BEGIN
// SPDX-License-Identifier: GPL-2.0-or-later
// COUNTS (private): positions that are legal but suspicious
#pragma once

#include <bit>
#include <cstdint>
#include <limits>
#include <string>
#include <unordered_map>
#include <vector>

namespace deviascope {

/// Looks at the positions of a survey as they pass: could they be radians, or hours; do many
/// rows stand at exactly the same place? Memory is bounded: repeats are counted exactly up to
/// 65,536 different positions, above that in a sample of them (those whose keyless hash is
/// low). The answer does not depend on the order of the rows.
class PositionWatch {
  public:
    /// @param lon_deg, lat_deg  as catalogued, in range
    void add(double lon_deg, double lat_deg) {
        ++n_;
        least_lon_ = lon_deg < least_lon_ ? lon_deg : least_lon_;
        greatest_lon_ = lon_deg > greatest_lon_ ? lon_deg : greatest_lon_;
        least_lat_ = lat_deg < least_lat_ ? lat_deg : least_lat_;
        greatest_lat_ = lat_deg > greatest_lat_ ? lat_deg : greatest_lat_;
        const std::uint64_t hash = hash_of(lon_deg, lat_deg);
        if (hash <= highest_hash_) sample(hash);
    }
    /// Nothing below 100 rows, where anything may be chance.
    std::vector<std::string> suspicions() const;

  private:
    static std::uint64_t mixed(std::uint64_t x) {
        // The finaliser of splitmix64 (Steele, Lea & Flood 2014, OOPSLA).
        x = (x ^ (x >> 30U)) * 0xbf58476d1ce4e5b9U;
        x = (x ^ (x >> 27U)) * 0x94d049bb133111ebU;
        return x ^ (x >> 31U);
    }
    static std::uint64_t hash_of(double lon_deg, double lat_deg) {
        const auto lon = std::bit_cast<std::uint64_t>(lon_deg);
        const auto lat = std::bit_cast<std::uint64_t>(lat_deg);
        return mixed(mixed(lon + 0x9e3779b97f4a7c15U) ^ lat);
    }
    void sample(std::uint64_t hash);
    double repeated_share() const;

    std::int64_t n_ = 0;
    double least_lon_ = std::numeric_limits<double>::infinity();
    double greatest_lon_ = -std::numeric_limits<double>::infinity();
    double least_lat_ = std::numeric_limits<double>::infinity();
    double greatest_lat_ = -std::numeric_limits<double>::infinity();
    std::uint64_t highest_hash_ = std::numeric_limits<std::uint64_t>::max();
    std::unordered_map<std::uint64_t, std::int64_t> rows_at_;  // by hash, up to highest_hash_
};

}  // namespace deviascope
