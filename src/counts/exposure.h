// SPDX-License-Identifier: GPL-2.0-or-later
// COUNTS (private): exposure maps on the job's grid
#pragma once

#include <Eigen/Core>
#include <filesystem>
#include <optional>
#include <span>
#include <vector>

#include "deviascope/sky/healpix_map.h"
#include "deviascope/sky/pixelisation.h"

namespace deviascope {

/// One exposure map, asked in the job's frame. What is absent in the file is exposure 0.
class ExposureMap {
  public:
    /// Errors: InputError: a map that cannot be read, that says nothing or two things about its
    /// frame, or with a value outside 0 … 1.
    ExposureMap(const std::filesystem::path& path,
                std::optional<Frame> map_frame,
                Frame job_frame);

    const std::filesystem::path& path() const { return path_; }
    int nside() const { return cells_.nside(); }
    bool is_in_job_frame() const { return in_job_frame_; }

    /// Exposure 0 … 1 of the map's pixel that holds a direction of the job's frame.
    double at(const Direction& direction) const;
    /// Sets `zero` to 1 where the exposure at a direction is 0; leaves the rest.
    void mark_zero(std::span<const Direction> directions, std::span<char> zero) const;
    /// Exposure of pixel `cell` of a grid that is as fine as the map or finer, in the job's
    /// frame: the value of the map's pixel that holds it, or its centre where frames differ.
    double in_cell(std::int64_t cell, const Pixelisation& cells) const;

  private:
    std::filesystem::path path_;
    bool in_job_frame_ = true;
    Eigen::Matrix3d to_map_;
    Pixelisation cells_;
    std::vector<double> value_;  // 12 nside^2, RING
};

/// Maps whose product is the exposure of a bin, or of a survey. Not owned.
using ExposureProduct = std::vector<const ExposureMap*>;

/// Exposure of each pixel of the job's grid: the mean, over its sub-pixels, of the product of
/// the maps there. Sub-pixels: those of the finest map; where a map is in another frame, at
/// least the 16 of nside x 4, at whose centres it is read.
/// @return n_pixels, 0 … 1; all 1 where there is no map
std::vector<double> exposure_on_grid(const ExposureProduct& maps, const Pixelisation& grid);

/// True where the product may be 0 at a place inside a pixel whose mean exposure is above 0, so
/// that sources must be judged by their own position.
bool has_structure_inside_pixels(const ExposureProduct& maps, const Pixelisation& grid);

/// Says of each direction of the job's frame whether the product is 0 there: 1, else 0.
/// @param unexposed  as long as `directions`
void find_unexposed(const ExposureProduct& maps,
                    std::span<const Direction> directions,
                    std::span<char> unexposed);

}  // namespace deviascope
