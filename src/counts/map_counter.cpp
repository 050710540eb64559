// SPDX-License-Identifier: GPL-2.0-or-later
#include "counts/map_counter.h"

#include <fmt/format.h>

#include <algorithm>
#include <cmath>

#include "counts/map_frame.h"
#include "deviascope/core/error.h"

namespace deviascope {

namespace {

constexpr std::size_t none = static_cast<std::size_t>(-1);

HealpixMap read_count_map(const Selection& selection, const std::filesystem::path& path) {
    if (is_moc(path))
        throw InputError({path.string(),
                          "this is a MOC",
                          "a HEALPix map of numbers of sources",
                          "a MOC may be given as exposure"});
    HealpixMap map = read_healpix_map(path);
    const Frame frame = frame_of_map(path, map.frame, selection.input.map_frame);
    if (frame != selection.frame) {
        throw InputError({path.string(),
                          fmt::format("the count map is in the {} frame", name_of(frame)),
                          fmt::format("the frame of the job, {}", name_of(selection.frame)),
                          "count the sources anew in that frame, or set job.frame"});
    }
    if (map.nside < selection.grid.nside()) {
        throw InputError({path.string(),
                          fmt::format("the count map has nside {}", map.nside),
                          fmt::format("at least the {} of the job", selection.grid.nside()),
                          "choose a smaller job.nside, or count with more pixels"});
    }
    return map;
}

/// A value as a number of sources. Errors: InputError.
std::int64_t checked_count(double value, const std::filesystem::path& path, std::int64_t cell) {
    constexpr double largest = 9007199254740992.0;  // 2^53: beyond, doubles skip integers
    if (value >= 0.0 && value <= largest && value == std::floor(value))
        return static_cast<std::int64_t>(value);
    throw InputError(
        {fmt::format("{}: pixel {} (RING)", path.string(), cell),
         std::isnan(value) ? std::string("there is no count where the bin is exposed")
                           : fmt::format("the count is {}", value),
         "a whole number, 0 or more",
         std::isnan(value) ? "write 0 where no source was found; mask what was not observed"
                           : "a count map holds numbers of sources; give no densities"});
}

/// The line of the table of cuts that removes sources of a bin there; none: they are counted.
std::size_t cut_at(const Selection& selection,
                   const CutTable& cuts,
                   std::size_t bin,
                   std::int64_t pixel,
                   const Direction& centre,
                   bool is_hole) {
    const std::int32_t sky_cut = selection.sky.removed_by(pixel);
    if (sky_cut != SkyCuts::kept) return cuts.first_sky_cut + static_cast<std::size_t>(sky_cut);
    if (is_hole) return cuts.hole;
    return selection.sky.exposes(bin, pixel, centre) ? none : cuts.bin_exposure[bin];
}

void warn_of_unresolved_holes(const Selection& selection,
                              std::size_t bin,
                              const Pixelisation& cells,
                              CutTable& cuts) {
    if (!has_structure_inside_pixels(selection.sky.maps_of_bin(bin), cells)) return;
    cuts.report.warnings.push_back(fmt::format(
        "bin {}: its exposure is finer than its count map, or in another frame; sources of the "
        "count map are judged at the centres of its pixels",
        selection.input.bins[bin].name));
}

/// A bin's count map and what its sources are judged by.
struct MapOfBin {
    const Selection& selection;
    std::size_t bin;
    const HealpixMap& map;
    const Pixelisation& cells;
};

/// Judges and counts the sources of the map's pixels [first, end).
void count_cells(
    const MapOfBin& of, std::int64_t first, std::int64_t end, CutTable& cuts, BinTally& tally) {
    std::vector<Direction> centre;
    for (std::int64_t cell = first; cell < end; ++cell) centre.push_back(of.cells.centre(cell));
    std::vector<char> is_hole(centre.size());
    of.selection.sky.find_holes(centre, is_hole);
    for (std::int64_t cell = first; cell < end; ++cell) {
        const auto at = static_cast<std::size_t>(cell - first);
        const double value = of.map.value[static_cast<std::size_t>(cell)];
        const std::int64_t pixel = of.cells.parent(cell, of.selection.grid);
        const std::size_t cut =
            cut_at(of.selection, cuts, of.bin, pixel, centre[at], is_hole[at] != 0);
        if (std::isnan(value) && cut != none) continue;
        const std::filesystem::path& path = *of.selection.input.bins[of.bin].counts;
        const std::int64_t n = checked_count(value, path, cell);
        cuts.report.rows_read += n;
        if (cut != none) {
            cuts.remove_rows(cut, n);
        } else {
            cuts.report.rows_kept += n;
            tally.add(pixel, n);
        }
    }
}

}  // namespace

void count_map_sources(const Selection& selection,
                       std::size_t bin,
                       CutTable& cuts,
                       BinTally& tally) {
    const std::filesystem::path& path = *selection.input.bins[bin].counts;
    const HealpixMap map = read_count_map(selection, path);
    const Pixelisation cells(map.nside);
    warn_of_unresolved_holes(selection, bin, cells, cuts);
    constexpr std::int64_t block = 16384;  // maps are large, lists of centres larger
    for (std::int64_t first = 0; first < cells.n_pixels(); first += block) {
        const std::int64_t end = std::min(first + block, cells.n_pixels());
        count_cells({selection, bin, map, cells}, first, end, cuts, tally);
    }
}

}  // namespace deviascope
END
▶ Assignment: Each line in the listing above from the one containing "const MapOfBin& of, std::int64_t" through the one containing "const double value" should be repeated exactly, and no other line.

▶ Completed task:
    const MapOfBin& of, std::int64_t first, std::int64_t end, CutTable& cuts, BinTally& tally) {
    std::vector<Direction> centre;
    for (std::int64_t cell = first; cell < end; ++cell) centre.push_back(of.cells.centre(cell));
    std::vector<char> is_hole(centre.size());
    of.selection.sky.find_holes(centre, is_hole);
    for (std::int64_t cell = first; cell < end; ++cell) {
        const auto at = static_cast<std::size_t>(cell - first);
        const double value = of.map.value[static_cast<std::size_t>(cell)];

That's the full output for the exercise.